Tuesday, March 16, 2010

Texas textbook standards wrangling

This bit from the fight over whose narrative goes into the state's history textbooks is an example of why we're having this fight in the first place.

It also approved an amendment that deletes a requirement that sociology students “explain how institutional racism is evident in American society.”


Language like that is just an attempt to fit students for liberal hairshirts.

Require them to study if institutional racism is evident in American society? A worthy thought experiment.
How institutional racism was evident in American society? Fine.
How institutional racism is evident in American history? Of course.

But presenting the students with the conclusion, and requiring them to argue their way to it, is underhanded. I fully understand the feelings of the parents who refuse to let their children be indicted with that kind of original sin.

Monday, March 15, 2010

Playing with fire, or putting out the fire

Allan Bloom would weep, at the enfeeblement of spirit that this living arrangement evidences.

Mixed-gender dorm rooms are gaining acceptance

Their room, which shares a tiny bathroom with two men next door, has the usual collegiate trappings of beer bottles and political posters. The only unusual sight is women's clothes in one closet and men's in another.

The pair seem to have a warm brotherly-sisterly friendship and, while they try to be respectful, they say they are not inhibited about being in underwear or even nude while changing clothes in the room. They insist their living situation does not interfere with romantic relationships with other people.
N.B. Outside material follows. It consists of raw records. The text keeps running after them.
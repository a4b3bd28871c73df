using System.Text.RegularExpressions;
using PartForge.Fuzz.Oracle;
using PartForge.Hardening.Tests.Support;

namespace PartForge.Hardening.Tests.Containment;

/// <summary>
/// Nothing is ever written outside the folder given with -o: hostile design names cannot steer a file out of
/// it, a symbolic link inside it is not followed, and files that are not ours are left alone.
/// </summary>
public sealed class OutputContainmentTests
{
    private static readonly Regex OurFile = new(@"^[a-z0-9]+(-[a-z0-9]+)*\.(stl|3mf|dxf|svg|json|html|csv|png)$", RegexOptions.CultureInvariant);

    /// <summary>Hostile names, written as YAML double-quoted scalars (so NUL and escapes reach the loader).</summary>
    public static TheoryData<string> HostileNames => new()
    {
        "\"../../escape\"", "\"/tmp/pf-h8-absolute\"", "\"a/b\"", "\"a\\\\b\"", "\"..\"", "\".\"", "\"crank\\0bench\"",
        "\"" + new string('x', 5000) + "\"", "\"сrank-bench\"", "\"crank\u2215bench\"", "\"ｃｒａｎｋ\"", "\"crank\u200Bbench\"",
        "\"..\\u2215..\\u2215x\"", "\"~/x\"", "\"$HOME\"", "\"-rf\"", "\"con\"", "\"a\\nb\"", "\"%2e%2e%2fx\"", "\"\"",
    };

    [Theory]
    [MemberData(nameof(HostileNames))]
    public void A_hostile_design_name_cannot_escape_the_output_folder(string yamlName)
    {
        using var tmp = new TempFolder("name");
        string design = tmp.Sub("hostile.yaml");
        File.WriteAllText(design, Repo.WithTopKey(Repo.PresetText("crank-bench"), "name", yamlName));
        string outDir = tmp.Sub("out");
        var before = CaseOracle.Snapshot(tmp.Path);
        var r = Pf.Run("build", design, "-o", outDir);
        Assert.True(r.ExitCode is 0 or 2, Pf.Describe(r));
        var after = CaseOracle.Snapshot(tmp.Path);
        foreach (var (path, hash) in after)
        {
            if (before.TryGetValue(path, out var h) && h == hash) continue;
            Assert.True(Path.GetDirectoryName(path) == outDir, $"{path} written outside {outDir}");
            Assert.Matches(OurFile, Path.GetFileName(path));
        }
        // Nothing appeared anywhere the name could point at.
        Assert.False(File.Exists("/tmp/pf-h8-absolute-rotor.stl"));
        Assert.False(Directory.Exists("/tmp/pf-h8-absolute"));
        if (r.ExitCode == 2) Assert.Contains("hostile.yaml", r.Stderr);
    }

    [Fact]
    public void A_symbolic_link_in_the_output_folder_is_not_followed()
    {
        using var tmp = new TempFolder("link");
        string outDir = tmp.Sub("out");
        string outside = tmp.Sub("outside");
        Directory.CreateDirectory(outDir);
        Directory.CreateDirectory(outside);
        // Find the names a build writes, then plant links under those names pointing outside.
        using (var probe = new TempFolder("probe"))
        {
            var first = Pf.Run("build", Repo.PresetPath("crank-bench"), "-o", probe.Path);
            Assert.True(first.ExitCode == 0, Pf.Describe(first));
            foreach (var f in Directory.GetFiles(probe.Path).Select(Path.GetFileName))
            {
                string victim = Path.Combine(outside, f!);
                File.WriteAllText(victim, "victim " + f);
                File.CreateSymbolicLink(Path.Combine(outDir, f!), victim);
            }
        }
        var victims = CaseOracle.Snapshot(outside);
        Assert.NotEmpty(victims);
        var r = Pf.Run("build", Repo.PresetPath("crank-bench"), "-o", outDir);
        Assert.True(r.ExitCode is 0 or 2, Pf.Describe(r));
        Assert.Equal(victims, CaseOracle.Snapshot(outside));
        foreach (var f in Directory.GetFiles(outside))
            Assert.Equal("victim " + Path.GetFileName(f), File.ReadAllText(f));
        if (r.ExitCode == 2) Assert.Contains("link", r.Stderr);
    }

    [Fact]
    public void A_symbolic_link_to_a_folder_inside_the_output_folder_is_left_alone()
    {
        using var tmp = new TempFolder("dlink");
        string outDir = tmp.Sub("out");
        string outside = tmp.Sub("outside");
        Directory.CreateDirectory(outDir);
        Directory.CreateDirectory(outside);
        File.WriteAllText(Path.Combine(outside, "precious.txt"), "precious");
        Directory.CreateSymbolicLink(Path.Combine(outDir, "linked"), outside);
        var r = Pf.Run("build", Repo.PresetPath("crank-bench"), "-o", outDir);
        Assert.True(r.ExitCode == 0, Pf.Describe(r));
        Assert.Equal(["precious.txt"], Directory.GetFiles(outside).Select(Path.GetFileName).ToArray());
        Assert.Equal("precious", File.ReadAllText(Path.Combine(outside, "precious.txt")));
        Assert.NotNull(new DirectoryInfo(Path.Combine(outDir, "linked")).LinkTarget);
    }

    [Fact]
    public void Foreign_files_in_the_output_folder_are_left_alone_and_a_rebuild_replaces_only_ours()
    {
        using var tmp = new TempFolder("foreign");
        string outDir = tmp.Sub("out");
        Directory.CreateDirectory(Path.Combine(outDir, "sub"));
        File.WriteAllText(Path.Combine(outDir, "notes.txt"), "mine");
        File.WriteAllText(Path.Combine(outDir, "other-design-rotor.stl"), "not yours");
        File.WriteAllText(Path.Combine(outDir, "sub", "crank-bench-rotor.stl"), "nested, not yours");
        File.WriteAllText(Path.Combine(outDir, ".hidden"), "hidden");
        var foreign = CaseOracle.Snapshot(outDir);

        var r1 = Pf.Run("build", Repo.PresetPath("crank-bench"), "-o", outDir);
        Assert.True(r1.ExitCode == 0, Pf.Describe(r1));
        var first = CaseOracle.Snapshot(outDir);
        foreach (var (p, h) in foreign) Assert.Equal(h, first[p]);
        var ours = first.Keys.Except(foreign.Keys).ToArray();
        Assert.NotEmpty(ours);
        Assert.All(ours, p => Assert.Matches(OurFile, Path.GetFileName(p))); // the lock file goes with the build
        Assert.All(ours, p => Assert.Equal(outDir, Path.GetDirectoryName(p)));

        var r2 = Pf.Run("build", Repo.PresetPath("crank-bench"), "-o", outDir);
        Assert.True(r2.ExitCode == 0, Pf.Describe(r2));
        Assert.Equal(first, CaseOracle.Snapshot(outDir)); // foreign files kept, ours byte-identical, no temporaries left
    }

    [Fact]
    public void An_output_path_that_is_a_file_is_refused_and_left_alone()
    {
        using var tmp = new TempFolder("ofile");
        string f = tmp.Sub("not-a-folder");
        File.WriteAllText(f, "keep");
        var r = Pf.Run("build", Repo.PresetPath("crank-bench"), "-o", f);
        Assert.True(r.ExitCode == 2, Pf.Describe(r));
        Assert.Equal("keep", File.ReadAllText(f));
        Assert.Single(Directory.GetFileSystemEntries(tmp.Path));
    }
}
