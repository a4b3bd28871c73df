using PartForge.Checks.Inputs;
using PartForge.Design.Machines;
using PartForge.Design.Parts;
using static PartForge.Checks.Judge;

namespace PartForge.Checks.Hardware;

/// <summary>
/// The ordered assembly steps of a machine, from its layout, its parts and joints (<see cref="FastenerPlanner"/>)
/// and the electrical engine's pull. The pull rises as two attracting bodies close, so the electrical result's
/// pull at the running gap (the closest the hub spacer lets the rotors come) bounds the pull on the way down.
/// </summary>
public static class AssemblyPlanner
{
    public const string Fingers = "keep fingers out from between the rotors and between a rotor and any steel: the gap closes by itself and traps skin";
    public const string Flying = "a loose magnet jumps to steel (back iron, tools, the bench) and shatters or pinches: keep steel tools away and place magnets one at a time";
    public const string Spacer = "the non-magnetic spacer must stay in place while the parts close: without it the magnets pull the rotor onto the stator";

    public static IReadOnlyList<AssemblyStep> Plan(MachineModel d, ElectricalFacts e, IReadOnlyList<PartView> parts, IReadOnlyList<FastenerJoint> joints, JackingSet? jacks = null)
    {
        var steps = new List<(string Action, double Pull, string Note, string? Caution)>();
        bool iron = parts.Any(p => p.Id.Role == PartRole.BackIron);
        double perMagnet = e.MagnetToBackIronN;
        string Rotors(int n) => n > 1 ? "each rotor" : "the rotor";
        int nr = d.Layout.Rotors.Count;

        if (iron)
            steps.Add(($"lay the back iron against the back face (the face without pockets) of {Rotors(nr)}, holes in line", 0, "no magnets fitted yet", null));
        steps.Add(($"glue the magnets into {Rotors(nr)}'s pockets one at a time, north up where the engraved dot is; let the glue cure", iron ? perMagnet : 0,
            iron ? $"each magnet is pulled {F(perMagnet)} N onto the back iron (electrical result)" : "no iron: a magnet is pulled only by its neighbours", Flying));
        steps.Add(("seat the wound formers in the stator ring" + (d.Layout.Stators.Count > 1 ? "s" : "") + " and lead the wires out along the grooves", 0,
            "the coreless stator holds no iron: no pull", null));

        var stud = joints.FirstOrDefault(j => j.Kind == JointKind.ThroughStud);
        if (d.Layout.StatorBetweenRotors)
        {
            var back = d.Layout.Rotors[1].Name;
            var front = d.Layout.Rotors[0].Name;
            double pull = e.PullOnRotorN.TryGetValue(d.Layout.Rotors[0], out double f) ? Math.Max(0, f) : 0;
            steps.Add(stud is { } s
                ? ($"put the {s.Count} through-studs ({s.Thread?.Size ?? "pins"}, grip {F(s.GripMm)} mm) through {back}{(iron ? " and its back iron" : "")} with a washer and nut below; fit the hub spacer over them", 0, "one rotor only: no pull", null)
                : ($"fix {back} to the shaft and fit the hub spacer on its inner face", 0, "one rotor only: no pull", null));
            steps.Add(("fix the stator to its frame around the hub spacer, centred on the shaft, its face parallel to the rotor", 0,
                "the coreless stator holds no iron: no pull on it", Fingers));
            if (jacks is { } jk)
            {
                steps.Add(($"press a {jk.Thread.Size} hex nut into each of {front}'s {jk.Count} nut traps; run the {jk.Count} jacking screws ({jk.Thread.Size} x {F(jk.ScrewLengthMm)}) in from the back until they stand {F(JackingSet.LiftMm)} mm proud of the stator-side face", 0,
                    "away from the stack: no pull", null));
                steps.Add(($"set {front} (magnets facing the stator, rim notches in line with {back}'s) over the studs with the jacking screws' tips on the hub spacer, then back the screws off a half turn each in turn until it seats on the spacer", pull,
                    $"the screws hold the rotors' pull, rising to {F(pull)} N at the running gap (electrical result; less while they are further apart)", Fingers + "; " + Spacer));
            }
            else
                steps.Add(($"lower {front} (magnets facing the stator, rim notches in line with {back}'s) slowly over the studs onto the hub spacer, holding it against the pull; never let go of it on the way down", pull,
                    $"the rotors pull together with up to {F(pull)} N at the running gap (electrical result; less while they are further apart)", Fingers + "; " + Spacer));
            steps.Add((stud is { } s2 ? $"fit washers and nuts on the studs above {front}{(iron ? "'s back iron" : "")} and tighten them evenly in a star pattern to the clamp the report gives" : $"fix {front} to the shaft",
                pull, "the hub spacer carries the pull in compression", null));
        }
        else if (d.Layout.RotorBetweenStators)
        {
            steps.Add(($"fix {d.Layout.Stators[1].Name} to its frame; fit the rim spacer on it" + (stud is { } s ? $" and put the {s.Count} through-studs ({s.Thread?.Size ?? "pins"}, grip {F(s.GripMm)} mm) through both" : ""), 0, "no magnets near: no pull", null));
            steps.Add(($"fix the rotor to the shaft and bring it inside the rim spacer, centred between the stator faces", 0,
                "a rotor between two coreless stators feels no net axial pull", Flying));
            steps.Add(($"lay {d.Layout.Stators[0].Name} on the rim spacer" + (stud is { } s3 ? " over the studs, then fit washers and nuts and tighten them evenly" : " and bolt it through the mount holes"), 0,
                "no net pull on the stators", Fingers));
        }
        else
        {
            steps.Add(("fix the stator to its frame, centred on the shaft", 0, "no magnets near: no pull", null));
            steps.Add(("lay the gap gauge on the stator ring's face around the shaft, lower the rotor (magnets facing the stator) onto it and fix the rotor to the shaft; slide the gauge out through its slot", 0,
                "a single rotor facing a coreless stator feels no net axial pull", Fingers + "; " + Spacer));
        }
        steps.Add(("turn the rotor by hand through a full turn and listen for rubbing before any powered run", 0, "", "stand out of the rotor's plane when it first spins"));
        return steps.Select((s, i) => new AssemblyStep(i + 1, s.Action, s.Pull, s.Note, s.Caution)).ToArray();
    }
}
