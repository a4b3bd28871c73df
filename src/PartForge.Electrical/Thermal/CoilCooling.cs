using PartForge.Design.Machines;
using PartForge.Design.Materials;
using PartForge.Design.Parts;
using PartForge.Electrical.Coils;

namespace PartForge.Electrical.Thermal;

/// <summary>
/// How one coil sheds its copper loss: a steady, lumped heat path from the winding to still air (docs/physics.md §13).
///
/// The winding's two faces lie against the former's flanges; the heat crosses each flange (thickness
/// <c>former.flange</c>, the former material's conductivity from the material table) and leaves its outer face by
/// natural convection. Only the area of the winding's own face counts on each side (the flange's overhang beyond the
/// winding and the core inside it are left out), the winding's side wall is taken as insulated (it sits in the
/// stator's seat, and conduction into the stator ring is not credited), and no airflow from the turning rotor is
/// credited: every simplification lowers the heat shed, so the temperature is an upper estimate. The two faces are in
/// parallel: R = 1 / (2 / (f / (k A) + 1 / (h A))) with A the winding's plan area.
///
/// h = 10 W/(m^2 K): a common-practice figure for small surfaces in still air (natural convection; textbooks give
/// 2-25 W/(m^2 K) for free convection in gases, about 5-10 for plates of a few centimetres at a few tens of kelvin;
/// from memory), with no credit for radiation.
/// </summary>
public sealed record CoilCooling
{
    /// <summary>Natural-convection coefficient from a former's face to still air, W/(m^2 K) (common practice, from memory).</summary>
    public const double NaturalConvectionWPerM2K = 10;

    /// <summary>Area of one face of the winding (the plan area of the winding between window and outline), mm^2.</summary>
    public required double FaceAreaMm2 { get; init; }

    /// <summary>Faces that shed heat (the two flanges).</summary>
    public int Faces => 2;

    /// <summary>Flange thickness the heat crosses on each face, mm.</summary>
    public required double FlangeMm { get; init; }

    /// <summary>The former's material (its thermal conductivity is used).</summary>
    public required Material FormerMaterial { get; init; }

    /// <summary>Convection coefficient used, W/(m^2 K).</summary>
    public double ConvectionWPerM2K { get; init; } = NaturalConvectionWPerM2K;

    /// <summary>Resistance of one flange (conduction across it), K/W.</summary>
    public double FlangeResistanceKPerW => FlangeMm * 1e-3 / (FormerMaterial.ThermalConductivityWPerMK * FaceAreaMm2 * 1e-6);

    /// <summary>Resistance of one face to the air (convection), K/W.</summary>
    public double ConvectionResistanceKPerW => 1 / (ConvectionWPerM2K * FaceAreaMm2 * 1e-6);

    /// <summary>Resistance from the winding to the air, K/W: the two faces in parallel.</summary>
    public double ResistanceKPerW => (FlangeResistanceKPerW + ConvectionResistanceKPerW) / Faces;

    /// <summary>The cooling of a machine's coil (its outline as wound, its former).</summary>
    public static CoilCooling Of(MachineModel machine, CoilOutline outline) => new()
    {
        FaceAreaMm2 = outline.WindingPlanAreaMm2,
        FlangeMm = machine.Former.FlangeMm,
        FormerMaterial = machine.Parts.For(PartRole.Former).Material,
    };
}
And although they have not been teased on campus, they face curious questions from relatives and friends.

"I definitely think it's generational," said Eland, 20, of Seattle. "For my grandparents, living with someone of the opposite sex, if he is not your serious boyfriend or husband or brother, would be very strange."


Men and women are equal because they are not different anymore.
-- Eric Hoffer

Thursday, March 11, 2010

Filth masquerading as news, from a toad masquerading as a man

A couple of years ago, about two hours up the interstate from me, a young hiker was abducted and murdered. Her killer was caught, convicted & is serving life.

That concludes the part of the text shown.